§ What to do: Examine the records below. Report how many of their lines contain the word "float", with no other content.

#### Input ####

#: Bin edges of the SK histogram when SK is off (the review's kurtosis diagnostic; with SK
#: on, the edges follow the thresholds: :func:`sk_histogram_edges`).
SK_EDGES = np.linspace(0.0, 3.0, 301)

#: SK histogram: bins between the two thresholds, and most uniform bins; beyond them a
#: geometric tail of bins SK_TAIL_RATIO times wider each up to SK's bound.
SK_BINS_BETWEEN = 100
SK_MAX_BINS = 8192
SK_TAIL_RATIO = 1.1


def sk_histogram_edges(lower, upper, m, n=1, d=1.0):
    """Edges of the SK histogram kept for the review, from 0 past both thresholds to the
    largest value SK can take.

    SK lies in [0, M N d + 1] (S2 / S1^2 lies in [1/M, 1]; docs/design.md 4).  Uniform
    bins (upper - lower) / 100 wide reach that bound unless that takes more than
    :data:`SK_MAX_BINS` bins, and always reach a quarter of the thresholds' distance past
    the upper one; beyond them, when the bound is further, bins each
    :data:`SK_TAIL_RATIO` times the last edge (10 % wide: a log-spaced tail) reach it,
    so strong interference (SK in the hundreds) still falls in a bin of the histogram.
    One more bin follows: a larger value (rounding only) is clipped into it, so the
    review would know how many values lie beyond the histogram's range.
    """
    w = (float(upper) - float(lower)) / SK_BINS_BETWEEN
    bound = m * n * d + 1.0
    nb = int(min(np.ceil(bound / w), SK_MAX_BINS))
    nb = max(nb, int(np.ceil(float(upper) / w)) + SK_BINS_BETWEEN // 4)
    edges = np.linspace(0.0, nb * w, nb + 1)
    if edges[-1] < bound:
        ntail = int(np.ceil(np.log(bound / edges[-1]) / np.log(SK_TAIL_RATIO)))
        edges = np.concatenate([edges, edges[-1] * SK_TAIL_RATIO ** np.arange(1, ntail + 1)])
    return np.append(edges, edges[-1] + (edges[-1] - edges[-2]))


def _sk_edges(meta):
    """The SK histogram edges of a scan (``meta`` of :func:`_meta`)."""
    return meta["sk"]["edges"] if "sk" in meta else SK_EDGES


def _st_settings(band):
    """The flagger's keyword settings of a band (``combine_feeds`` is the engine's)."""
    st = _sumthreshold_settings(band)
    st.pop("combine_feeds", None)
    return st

####

§ Solution to this exercise: 2